Six years ago when I was sixteen years old, I hid myself inside a little bubble.
I had just moved the a different city. I left all my friends behind, and I found it phenomenally hard to make new ones. I was painfully shy and irritatingly quiet, so those who did bother in the beginning soon very quickly gave up.
I didn’t see others as people. I saw them as barriers to happiness. I was depressed. So depressed. It was hard for me to talk to people so when I got home I was filled with thoughts and words and I shared them with my mother. I was desperate for human companionship. A friend to walk home from college with. Somebody to call up afterwards and have a chat about the day.

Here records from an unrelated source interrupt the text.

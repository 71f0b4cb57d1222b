import { createSum } from '../math/sums';
import type { SampleSource } from '../measure/reconstructedPeak';

/** What a capture's samples are by themselves. Powers are of samples in which full scale is 1. */
export interface CaptureStatistics {
  samples: number;
  meanPower: number;
  peakPower: number;
  meanI: number;
  meanQ: number;
  /** Samples with a component at the converter's limit: at ± full scale, or at the largest value where the capture piles up there. */
  clippedSamples: number;
  /** The limit they stand at; null where nothing is clipped. */
  clipLevel: number | null;
  isSilent: boolean;
  /** First sample with a component that is not a number, counted from 0; null where all are. Such components count as 0 here. */
  firstNotNumber: number | null;
  /** First sample of the strongest part (the earliest that comes within 0.5 dB of it). */
  strongestAt: number;
}

const BLOCK_SAMPLES = 65536;
/** A capture piles up at its largest value when it stands there so often, and for so large a share. */
const PILED_LEAST = 8;
const PILED_SHARE = 5e-5;

/**
 * Reads the whole capture once; `partSamples`: length of the part that is looked for; `hasRails`: the words end at ± full scale (integers).
 * A generator: each `yield` is the share done.
 */
export function* captureStatistics(
  source: SampleSource,
  partSamples: number,
  hasRails: boolean,
): Generator<number, CaptureStatistics> {
  const block = new Float64Array(2 * BLOCK_SAMPLES);
  const power = createSum();
  const sumI = createSum();
  const sumQ = createSum();
  let peakPower = 0;
  let largest = 0;
  let atLargest = 0; // samples with a component of that size
  let railed = 0;
  let firstNotNumber: number | null = null;
  // energies of pieces, for the strongest part
  const piece = Math.max(64, Math.ceil(Math.max(partSamples / 8, source.samples / 1048576)));
  const energies = new Float64Array(Math.ceil(source.samples / piece));
  for (let first = 0; first < source.samples; first += BLOCK_SAMPLES) {
    const count = Math.min(BLOCK_SAMPLES, source.samples - first);
    source.read(first, count, block);
    let blockPower = 0;
    let blockI = 0;
    let blockQ = 0;
    for (let i = 0; i < 2 * count; i += 2) {
      let re = block[i]!;
      let im = block[i + 1]!;
      if (Number.isNaN(re) || Number.isNaN(im)) {
        firstNotNumber ??= first + i / 2;
        re = Number.isNaN(re) ? 0 : re;
        im = Number.isNaN(im) ? 0 : im;
      }
      const here = re * re + im * im;
      blockPower += here;
      blockI += re;
      blockQ += im;
      if (here > peakPower) peakPower = here;
      const high = Math.max(Math.abs(re), Math.abs(im));
      if (hasRails && high >= 1) railed++;
      if (high > largest) {
        largest = high;
        atLargest = 1;
      } else if (high === largest) atLargest++;
      const at = Math.floor((first + i / 2) / piece);
      energies[at] = energies[at]! + here;
    }
    power.add(blockPower);
    sumI.add(blockI);
    sumQ.add(blockQ);
    yield (first + count) / source.samples;
  }
  const isPiled = railed === 0 && atLargest >= PILED_LEAST && atLargest >= PILED_SHARE * source.samples;
  const clippedSamples = railed > 0 ? railed : isPiled ? atLargest : 0;
  return {
    samples: source.samples,
    meanPower: power.total() / source.samples,
    peakPower,
    meanI: sumI.total() / source.samples,
    meanQ: sumQ.total() / source.samples,
    clippedSamples,
    clipLevel: clippedSamples === 0 ? null : railed > 0 ? 1 : largest,
    isSilent: peakPower === 0,
    firstNotNumber,
    strongestAt: strongestPart(energies, Math.max(1, Math.round(partSamples / piece))) * piece,
  };
}

/** The first window of `width` pieces whose energy is within 0.5 dB of the largest. */
function strongestPart(energies: Float64Array, width: number): number {
  const windows = Math.max(1, energies.length - width); // the last piece may be short
  let sum = 0;
  for (let i = 0; i < Math.min(width, energies.length); i++) sum += energies[i]!;
  const sums = new Float64Array(windows);
  for (let at = 0; at < windows; at++) {
    sums[at] = sum;
    sum += (energies[at + width] ?? 0) - energies[at]!;
  }
  const most = sums.reduce((largest, value) => Math.max(largest, value), 0);
  return sums.findIndex((value) => value >= 0.89 * most);
}
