import { createCellCensus, deriveFigures, expandGrid, pilotReach, type WaveformContent } from '@/lib/synth';
import { fractionToNumber } from '@/lib/synth/numerology';
import { dataInk, factor, NULL_INK, pilotInk, pnStream, rowOf, smallContent } from '@/tests/helpers/content';

const CONSTANT = [factor({ kind: 'constant' })];

/** TS 36.211 clause 6.12, normal prefix at 5 MHz: 512 points, 300 subcarriers around an empty DC, 14 symbols of 1 ms. */
function fiveMegahertz(changes: Partial<WaveformContent> = {}): WaveformContent {
  const used = (k: number): boolean => k !== 0 && Math.abs(k) <= 150;
  const plain = rowOf(512, (k) => (used(k) ? 1 : 0));
  const comb = (shift: number): number[] =>
    rowOf(512, (k) => (!used(k) ? 0 : ((k < 0 ? k + 150 : k + 149) + 600) % 6 === shift ? 2 : 1));
  return smallContent({
    fftSize: 512,
    symbolCount: 14,
    prefixSamples: [40, 36, 36, 36, 36, 36, 36],
    oversampling: 1,
    tray: [NULL_INK, dataInk(1, { constellation: '64qam', bitMap: 'ts38211', streamId: 's0' }), pilotInk(2, CONSTANT)],
    streams: [pnStream(0)],
    grid: { rows: [comb(0), plain, comb(3)], rowOfSymbol: [0, 1, 1, 1, 2, 1, 1, 0, 1, 1, 1, 2, 1, 1] },
    ...changes,
  });
}

describe('derived figures', () => {
  test('a 5 MHz frame, worked by hand', () => {
    const figures = deriveFigures(fiveMegahertz());
    expect(figures.sampleClock).toEqual({ numerator: 7680000n, denominator: 1n });
    expect(figures.usedSubcarriers).toBe(300);
    expect([figures.lowestSubcarrier, figures.highestSubcarrier]).toEqual([-150, 150]);
    expect(figures.loadedHz).toBe(4.5e6);
    expect(figures.paintedSpanHz).toBe(301 * 15000);
    expect(figures.usefulTimeSec).toBeCloseTo(1 / 15000, 15);
    expect(figures.frameTimeSec).toBeCloseTo(1e-3, 15);
    expect(figures.symbolTimeSec).toBeCloseTo(1e-3 / 14, 15);
    // four pilot symbols of 50 pilots each
    expect(figures.pilotCells).toBe(200);
    expect(figures.bitsPerFrame).toBe((14 * 300 - 200) * 6);
    expect(figures.bitRatePerSec).toBeCloseTo(24e6, 3);
    expect(figures.efficiency).toBeCloseTo(24e6 / 4.515e6, 9);
    expect(figures.prefixOverhead).toBeCloseTo(512 / 7680, 15);
    expect(figures.pilotOverhead).toBeCloseTo(200 / 4200, 15);
    expect(figures.usableGuardSamples).toBe(36);
    expect(figures.usableGuardSec).toBeCloseTo(36 / 7.68e6, 18);
    expect(figures.fileSamples).toBe(7680);
  });

  test('clock of an exact fraction: 64/7 µs elements of an 8 MHz channel', () => {
    const figures = deriveFigures(smallContent({ fftSize: 2048, subcarrierSpacingHz: [31250, 7], oversampling: 2 }));
    expect(figures.sampleClock).toEqual({ numerator: 128000000n, denominator: 7n });
    expect(figures.sampleClockHz).toBe(128e6 / 7);
  });

  test('gap and pad lengthen file and repeat, not the frame; a burst keeps its last suffix', () => {
    const timing = { mode: 'burst', repeats: 3, gapSamples: 100, padSamples: 7 } as const;
    const figures = deriveFigures(fiveMegahertz({ timing, overlapSamples: 8, oversampling: 4 }));
    expect(figures.fileSamples).toBe(3 * (7680 + 100) * 4 + 7 + 32);
    expect(figures.frameTimeSec).toBeCloseTo(1e-3, 15);
    expect(figures.repeatTimeSec).toBeCloseTo(7780 / 7.68e6, 15);
    expect(figures.usableGuardSamples).toBe(28);
  });

  test('nothing painted has no span, efficiency or pilot share', () => {
    const figures = deriveFigures(smallContent());
    expect(figures).toMatchObject({ lowestSubcarrier: null, paintedSpanHz: 0, efficiency: null, pilotOverhead: null });
  });

  test('a kept census equals a new one after edits', () => {
    const content = fiveMegahertz();
    const cells = expandGrid(content.grid, 512);
    const census = createCellCensus(content, cells);
    const before = cells.slice(512 * 3, 512 * 4);
    for (let p = 20; p < 60; p++) cells[512 * 3 + p] = 2;
    census.replaceSymbol(before, cells.subarray(512 * 3, 512 * 4));
    expect(deriveFigures(content, census)).toEqual(deriveFigures(content, cells));
    expect(deriveFigures(content)).toEqual(deriveFigures(content, expandGrid(content.grid, 512)));
  });

  test('fractions become the nearest double', () => {
    expect(fractionToNumber({ numerator: 1n, denominator: 3n })).toBe(1 / 3);
    expect(fractionToNumber({ numerator: 2n ** 80n + 1n, denominator: 2n ** 27n })).toBe(2 ** 53);
    expect(fractionToNumber({ numerator: -7n, denominator: 10n })).toBe(-0.7);
    expect(fractionToNumber({ numerator: (2n ** 54n + 2n) * 7n, denominator: 7n })).toBe(2 ** 54);
  });
});

describe('pilot reach', () => {
  const symbolTime = 1e-3 / 14;

  test('a shifted comb shows both pairs; the largest hole decides', () => {
    const reach = pilotReach(fiveMegahertz());
    expect(reach.pairs.map((pair) => [pair.kind, pair.subcarrierHole, pair.symbolHole])).toEqual([
      ['eachSymbol', 7, 4], // one hole of six cells spans the empty DC
      ['acrossSymbols', 4, 7],
    ]);
    const [first] = reach.pairs;
    expect(first!.delayWindowSec).toBeCloseTo(1 / (7 * 15000), 15);
    expect(first!.halfDelayWindowSec).toBeCloseTo(1 / (14 * 15000), 15);
    expect(first!.dopplerHz).toBeCloseTo(1 / (2 * 4 * symbolTime), 6);
    expect(pilotReach(fiveMegahertz(), expandGrid(fiveMegahertz().grid, 512))).toEqual(reach);
  });

  test('a plain comb has one pair, a lone pilot symbol is followed from repeat to repeat', () => {
    const comb = rowOf(64, (k) => (k % 4 === 0 ? 1 : 0));
    const content = smallContent({
      symbolCount: 4,
      prefixSamples: [16],
      tray: [NULL_INK, pilotInk(1, CONSTANT)],
      grid: { rows: [comb, [64, 0]], rowOfSymbol: [0, 1, 0, 1] },
    });
    expect(pilotReach(content).pairs).toHaveLength(1);
    expect(pilotReach(content).pairs[0]).toMatchObject({ subcarrierHole: 4, symbolHole: 2 });
    const lone = { ...content, grid: { rows: [comb, [64, 0]], rowOfSymbol: [0, 1, 1, 1] } };
    expect(pilotReach(lone).pairs[0]).toMatchObject({ symbolHole: 4 });
    const burst = { ...lone, timing: { ...lone.timing, mode: 'burst' as const } };
    expect(pilotReach(burst).pairs[0]).toMatchObject({ symbolHole: null, dopplerHz: null });
  });

  test('80 % of either reach is a caution', () => {
    const content = fiveMegahertz();
    expect(pilotReach(content).caution).toBe(false);
    const window = 1 / (7 * 15000);
    const other = 1 / (4 * 15000);
    expect(pilotReach(content, undefined, { delaySpreadSec: 0.8 * window }).pairs.map((pair) => pair.caution)).toEqual([
      true,
      false,
    ]);
    expect(pilotReach(content, undefined, { delaySpreadSec: 0.8 * other }).caution).toBe(true);
    expect(pilotReach(content, undefined, { dopplerHz: 0.81 / (2 * 4 * symbolTime) }).pairs[0]!.caution).toBe(true);
  });
});
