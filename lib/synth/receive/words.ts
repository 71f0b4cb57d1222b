import { amplitudeOfDecibels } from '../math/exponential';
import { CLOCK_ERROR_MOST_PPM } from './clockRatio';
import type { Correlation, FoundReading, MeasuredCapture } from './types';

/** "1 frame", "11 frames". */
function counted(count: number, one: string): string {
  return `${count} ${one}${count === 1 ? '' : 's'}`;
}

const percent = (ratio: number): string => `${(100 * ratio).toFixed(ratio >= 0.1 ? 1 : ratio >= 0.001 ? 2 : 3)} %`;

/** How the EVM was taken, in sentences: frames, cells behind the channel, phase, window, and the figure before the fit's bias is taken out. */
export function recipeWords(capture: MeasuredCapture): string {
  const { channel, evm, symbols, frames } = capture;
  const parts = capture.isPartFrame ? 'part of a frame' : counted(frames, 'frame');
  const from =
    channel.source === 'oneGain'
      ? 'One gain and one delay from all known cells of one symbol: a tap for each would explain anything'
      : channel.source === 'pilots'
        ? `One tap a subcarrier from the pilots of ${counted(symbols, 'symbol')}, drawn out between them`
        : `One tap a subcarrier from all known cells of ${counted(symbols, 'symbol')}`;
  const window = `window ${counted(capture.windowAdvanceSamples, 'sample')} early`;
  const words = [
    `${parts[0]!.toUpperCase()}${parts.slice(1)} against the values sent.`,
    `${from}, one phase a symbol, ${window}.`,
  ];
  if (evm.all.uncorrectedDb !== null && evm.all.db !== null && channel.source !== 'pilots') {
    const before = amplitudeOfDecibels(evm.all.uncorrectedDb);
    words.push(`${percent(before)} before the fit’s bias is taken out.`);
  }
  if (channel.source === 'pilots') words.push('The noise of the taps is in the figure.');
  return words.join(' ');
}

/** Which symbols were measured where not all of them were; null where all were. Ranges, counted from 0. */
export function measuredSymbolsWords(capture: MeasuredCapture): string | null {
  const { symbolCounts } = capture;
  const ranges: string[] = [];
  for (let i = 0; i < symbolCounts.length;) {
    if (symbolCounts[i] === 0) {
      i++;
      continue;
    }
    let end = i;
    while (end + 1 < symbolCounts.length && symbolCounts[end + 1]! > 0) end++;
    ranges.push(end === i ? `${i}` : `${i} to ${end}`);
    i = end + 1;
  }
  if (ranges.length === 1 && ranges[0] === (symbolCounts.length === 1 ? '0' : `0 to ${symbolCounts.length - 1}`))
    return null;
  const shown = ranges.length > 6 ? [...ranges.slice(0, 6), 'and others'] : ranges;
  return `The capture holds whole ${ranges.length === 1 && !ranges[0]!.includes(' ') ? 'symbol' : 'symbols'} ${shown.join(', ')} only; of the others there is no figure.`;
}

/** Why a capture was not measured though its ρ is enough, to be said behind that ρ; null where ρ is too small. `option`: how to name the clock. */
export function notFollowedWords({ value, needed }: Correlation, option = ''): string | null {
  return value < needed
    ? null
    : `at one place, but the symbols around it could not be followed: is its clock as said${option}, within ${CLOCK_ERROR_MOST_PPM} ppm?`;
}

/** Where a clock error is beyond what one clock may be off; null within. */
export function clockBeyondWords(clockErrorPpm: number): string | null {
  return Math.abs(clockErrorPpm) > CLOCK_ERROR_MOST_PPM
    ? `beyond the ${CLOCK_ERROR_MOST_PPM} ppm that one clock may be off; name the capture's clock`
    : null;
}

/** What was wrong with the bytes or the axes, in a sentence; null where the plain reading was right. */
export function causeWords(found: FoundReading, readingWords: string): string | null {
  const mirrored =
    'The spectrum is mirrored: I and Q are swapped, or Q is negated, or a mixer stands above the carrier; a receiver cannot tell which.';
  const bytes = `The capture was understood ${readingWords}: its layout is another one than was set.`;
  if (readingWords === '') return found.isMirrored ? mirrored : null;
  return found.isMirrored ? `${bytes} ${mirrored}` : bytes;
}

All of it was just stuff I was so used to, being so surrounded by friends at my old school. I still had those friends, of course, but time and distance were an enemy, and soon they started talking about people I didn’t know and had no interest in, so our phone calls and emails and IMs became less and less frequent, until we became those friends who see each other once in a blue moon and when we do we get along beautifully but in between those meetings there is a long, dismal stretch of echoing silence and aching loneliness.
And for two years I tried and failed to make any real friends. I had a few people who would just use me for company, and when I realised that I stayed away. We had nothing in common and they would just call me up when something was wrong or when their own friends ditched them, which I felt was unfair.
I faded in those two years.
I hid away from people. I stopped trying. I would cry sometimes, alone in my room at home. I started making internet friends. It was so much simpler, and I could find the people I had things in common with and soon I was talking to them daily, the minute I returned home from school and way into the night. It was amazing. I still felt desolately lonely during the day, but I had my internet bubble to look forward to later.
I also created more. I dreamt up characters and wrote about them in the hours of free time during lunch breaks and prep lessons, typing away furiously on the computer.
I would say that although those two years are depressing, and I wouldn’t wish that experience on my worst enemy, I am glad for it.
As I am glad for all my experiences.
It made me more compassionate towards others. It made me see through other people, be more conscious of how they might be feeling and try to make them feel included and welcomed.